DATASET:
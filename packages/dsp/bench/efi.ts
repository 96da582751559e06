// Benchmark (not a test) of Effective Independence (Kammer 1991) as the Plan step would run it: the
// modes of a simply supported plate, sin(mπx/a)·sin(nπy/b) (Blevins 1979), out-of-plane at a grid of
// candidate nodes, reduced to 30 sensors; then the driving-point measure and the auto-MAC of the kept set.
// Run: cd packages/dsp && node --import tsx bench/efi.ts
import { autoMac, drivingPointMeasure, effectiveIndependence } from '../src/correlation/index.ts';

function plateModes(nx: number, ny: number, count: number): Float64Array[] {
  const pairs: [number, number][] = [];
  for (let m = 1; m <= 10; m++) for (let n = 1; n <= 10; n++) pairs.push([m, n]);
  // a = 1.0, b = 0.6: frequency ∝ (m/a)² + (n/b)²; the lowest `count` modes
  pairs.sort((p, q) => p[0] ** 2 + (p[1] / 0.6) ** 2 - (q[0] ** 2 + (q[1] / 0.6) ** 2));
  return pairs.slice(0, count).map(([m, n]) => {
    const s = new Float64Array(nx * ny);
    for (let i = 0; i < nx; i++) for (let j = 0; j < ny; j++) s[i * ny + j] = Math.sin((m * Math.PI * (i + 1)) / (nx + 1)) * Math.sin((n * Math.PI * (j + 1)) / (ny + 1));
    return s;
  });
}

import { loadavg } from 'node:os';

// warm the JIT on a small case first (the first runs of a cold process are several times slower)
for (let k = 0; k < 8; k++) effectiveIndependence(plateModes(20, 10, 8), { target: 20 });
console.log(`load average ${loadavg().map((v) => v.toFixed(1)).join(' ')} (the machine is shared: figures vary with it)`);

for (const [nx, ny, modes] of [[25, 20, 12], [50, 40, 20], [100, 50, 20]] as const) {
  const shapes = plateModes(nx, ny, modes);
  const times: number[] = [];
  let kept = 0;
  let info = 0;
  for (let run = 0; run < 3; run++) {
    const t0 = performance.now();
    const r = effectiveIndependence(shapes, { target: 30 });
    times.push(performance.now() - t0);
    kept = r.kept.length;
    info = r.informationKept;
  }
  const t1 = performance.now();
  const dp = drivingPointMeasure(shapes);
  const tDp = performance.now() - t1;
  const r = effectiveIndependence(shapes, { target: 30 });
  const am = autoMac(shapes.map((s) => Array.from(r.kept, (i) => s[i]!)));
  console.log(
    `${nx * ny} candidates × ${modes} modes → ${kept} kept: EfI best of 3 ${Math.min(...times).toFixed(0)} ms ` +
      `(det kept/all ${info.toExponential(2)}), driving-point ${tDp.toFixed(1)} ms (best ${dp.ranking[0]}), ` +
      `auto-MAC max off-diagonal ${am.maxOffDiagonal!.value.toFixed(3)}`,
  );
}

WHAT YOU SHOULD DO: In the entries above, find every line with the word "number" and list it.

SOLUTION BELOW:
function plateModes(nx: number, ny: number, count: number): Float64Array[] {
  const pairs: [number, number][] = [];
  const times: number[] = [];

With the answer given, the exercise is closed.